What is needed is an exact transcription of every record.

Stored data entries
*-*-*
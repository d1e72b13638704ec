//! What sensitivity analysis needs from a linear outcome (Cinelli & Hazlett,
//! JRSS-B 2020;82:39-67, sec. 4 and 6): the exposure coefficient of the
//! least-squares fit `Y ~ A + L` with its classic standard error, t and
//! residual degrees of freedom, the outcome's standard deviation, and for
//! each adjustment term its t statistic in `Y ~ A + L` and in the
//! least-squares fit `A ~ L`, from which partial R2 = t^2 / (t^2 + df) for
//! benchmarking follows.

use crate::data::Setting;
use crate::model::Ols;
use crate::problem::Problem;
use crate::{Error, Result};
use serde::Serialize;

/// One adjustment term's t statistics.
#[derive(Debug, Clone, Serialize)]
pub struct TermStat {
    /// Term name.
    pub term: String,
    /// The data column the term is made from.
    pub column: String,
    /// t in the outcome fit `Y ~ A + L`.
    pub t_outcome: f64,
    /// t in the exposure fit `A ~ L`.
    pub t_exposure: f64,
}

/// Inputs to the robustness value and bounds.
#[derive(Debug, Clone, Serialize)]
pub struct SensitivityInputs {
    /// Exposure coefficient in `Y ~ A + L`.
    pub estimate: f64,
    /// Its classic standard error.
    pub std_error: f64,
    /// Its t statistic.
    pub t: f64,
    /// Residual degrees of freedom of `Y ~ A + L`.
    pub df: f64,
    /// Residual degrees of freedom of `A ~ L`.
    pub df_exposure: f64,
    /// Standard deviation of the outcome (n - 1 denominator).
    pub outcome_sd: f64,
    /// Per adjustment term.
    pub terms: Vec<TermStat>,
}

/// The inputs, or `None` when the outcome is binary (no linear model) or
/// the exposure enters the outcome model by more than one term (levels,
/// or a dose with a curved shape: no single coefficient is the effect).
pub fn sensitivity_inputs(p: &Problem) -> Result<Option<SensitivityInputs>> {
    if p.binary_outcome() || p.adjusted.exposure_terms().len() != 1 {
        return Ok(None);
    }
    let out = Ols::fit(
        &p.adjusted.rows(&p.frame, Setting::Observed),
        p.y(),
        p.outcome_weights().as_deref(),
    )?;
    let exp = Ols::fit(&p.propensity_rows(), p.a(), p.sampling())?;
    let ja = p
        .adjusted
        .exposure_term()
        .ok_or_else(|| Error::Internal("no exposure term".into()))?;
    let (to, te) = (out.t(), exp.t());
    let terms = p
        .propensity
        .terms()
        .iter()
        .enumerate()
        .filter(|(_, t)| !t.is_intercept())
        .map(|(j, t)| TermStat {
            term: t.name.clone(),
            column: t
                .factors
                .first()
                .map_or_else(|| t.name.clone(), |f| p.frame.name(f.col).to_string()),
            t_outcome: p.adjusted.position(&t.name).map_or(f64::NAN, |k| to[k]),
            t_exposure: te[j],
        })
        .collect();
    let sd = sample_sd(&p.observed_y());
    // On the raw values (the design works in scaled units).
    let g = p.adjusted.term_scale(ja);
    Ok(Some(SensitivityInputs {
        estimate: out.coef[ja] * g,
        std_error: out.se()[ja] * g,
        t: to[ja],
        df: out.df,
        df_exposure: exp.df,
        outcome_sd: sd,
        terms,
    }))
}

/// For a categorical exposure and a linear outcome: each non-reference
/// level's coefficient in `Y ~ A + L` (its contrast with the reference) as
/// (estimate, classic standard error, residual df), in level order.
pub fn level_coefficients(p: &Problem) -> Result<Vec<(f64, f64, f64)>> {
    if p.binary_outcome() {
        return Ok(Vec::new());
    }
    let out = Ols::fit(
        &p.adjusted.rows(&p.frame, Setting::Observed),
        p.y(),
        p.outcome_weights().as_deref(),
    )?;
    let se = out.se();
    Ok(p.adjusted
        .exposure_terms()
        .into_iter()
        .map(|j| {
            let g = p.adjusted.term_scale(j);
            (out.coef[j] * g, se[j] * g, out.df)
        })
        .collect())
}

/// The sample standard deviation (n - 1 divisor), its squares rescaled
/// when they would overflow or underflow (an outcome in units of 1e160).
pub fn sample_sd(y: &[f64]) -> f64 {
    let n = y.len() as f64;
    let m = y.iter().sum::<f64>() / n;
    super::contrast::root_sum_squares(y.iter().map(|v| v - m)) / (n - 1.0).sqrt()
}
*-*-*
* [Task response]
repository d1e72b13638704ec
//! What sensitivity analysis needs from a linear outcome (Cinelli & Hazlett,
//! JRSS-B 2020;82:39-67, sec. 4 and 6): the exposure coefficient of the
//! least-squares fit `Y ~ A + L` with its classic standard error, t and
//! residual degrees of freedom, the outcome's standard deviation, and for
//! each adjustment term its t statistic in `Y ~ A + L` and in the
//! least-squares fit `A ~ L`, from which partial R2 = t^2 / (t^2 + df) for
//! benchmarking follows.

use crate::data::Setting;
use crate::model::Ols;
use crate::problem::Problem;
use crate::{Error, Result};
use serde::Serialize;

/// One adjustment term's t statistics.
#[derive(Debug, Clone, Serialize)]
pub struct TermStat {
    /// Term name.
    pub term: String,
    /// The data column the term is made from.
    pub column: String,
    /// t in the outcome fit `Y ~ A + L`.
    pub t_outcome: f64,
    /// t in the exposure fit `A ~ L`.
    pub t_exposure: f64,
}

/// Inputs to the robustness value and bounds.
#[derive(Debug, Clone, Serialize)]
pub struct SensitivityInputs {
    /// Exposure coefficient in `Y ~ A + L`.
    pub estimate: f64,
    /// Its classic standard error.
    pub std_error: f64,
    /// Its t statistic.
    pub t: f64,
    /// Residual degrees of freedom of `Y ~ A + L`.
    pub df: f64,
    /// Residual degrees of freedom of `A ~ L`.
    pub df_exposure: f64,
    /// Standard deviation of the outcome (n - 1 denominator).
    pub outcome_sd: f64,
    /// Per adjustment term.
    pub terms: Vec<TermStat>,
}

/// The inputs, or `None` when the outcome is binary (no linear model) or
/// the exposure enters the outcome model by more than one term (levels,
/// or a dose with a curved shape: no single coefficient is the effect).
pub fn sensitivity_inputs(p: &Problem) -> Result<Option<SensitivityInputs>> {
    if p.binary_outcome() || p.adjusted.exposure_terms().len() != 1 {
        return Ok(None);
    }
    let out = Ols::fit(
        &p.adjusted.rows(&p.frame, Setting::Observed),
        p.y(),
        p.outcome_weights().as_deref(),
    )?;
    let exp = Ols::fit(&p.propensity_rows(), p.a(), p.sampling())?;
    let ja = p
        .adjusted
        .exposure_term()
        .ok_or_else(|| Error::Internal("no exposure term".into()))?;
    let (to, te) = (out.t(), exp.t());
    let terms = p
        .propensity
        .terms()
        .iter()
        .enumerate()
        .filter(|(_, t)| !t.is_intercept())
        .map(|(j, t)| TermStat {
            term: t.name.clone(),
            column: t
                .factors
                .first()
                .map_or_else(|| t.name.clone(), |f| p.frame.name(f.col).to_string()),
            t_outcome: p.adjusted.position(&t.name).map_or(f64::NAN, |k| to[k]),
            t_exposure: te[j],
        })
        .collect();
    let sd = sample_sd(&p.observed_y());
    // On the raw values (the design works in scaled units).
    let g = p.adjusted.term_scale(ja);
    Ok(Some(SensitivityInputs {
        estimate: out.coef[ja] * g,
        std_error: out.se()[ja] * g,
        t: to[ja],
        df: out.df,
        df_exposure: exp.df,
        outcome_sd: sd,
        terms,
    }))
}

/// For a categorical exposure and a linear outcome: each non-reference
/// level's coefficient in `Y ~ A + L` (its contrast with the reference) as
/// (estimate, classic standard error, residual df), in level order.
pub fn level_coefficients(p: &Problem) -> Result<Vec<(f64, f64, f64)>> {
    if p.binary_outcome() {
        return Ok(Vec::new());
    }
    let out = Ols::fit(
        &p.adjusted.rows(&p.frame, Setting::Observed),
        p.y(),
        p.outcome_weights().as_deref(),
    )?;
    let se = out.se();
    Ok(p.adjusted
        .exposure_terms()
        .into_iter()
        .map(|j| {
            let g = p.adjusted.term_scale(j);
            (out.coef[j] * g, se[j] * g, out.df)
        })
        .collect())
}

/// The sample standard deviation (n - 1 divisor), its squares rescaled
/// when they would overflow or underflow (an outcome in units of 1e160).
pub fn sample_sd(y: &[f64]) -> f64 {
    let n = y.len() as f64;
    let m = y.iter().sum::<f64>() / n;
    super::contrast::root_sum_squares(y.iter().map(|v| v - m)) / (n - 1.0).sqrt()
}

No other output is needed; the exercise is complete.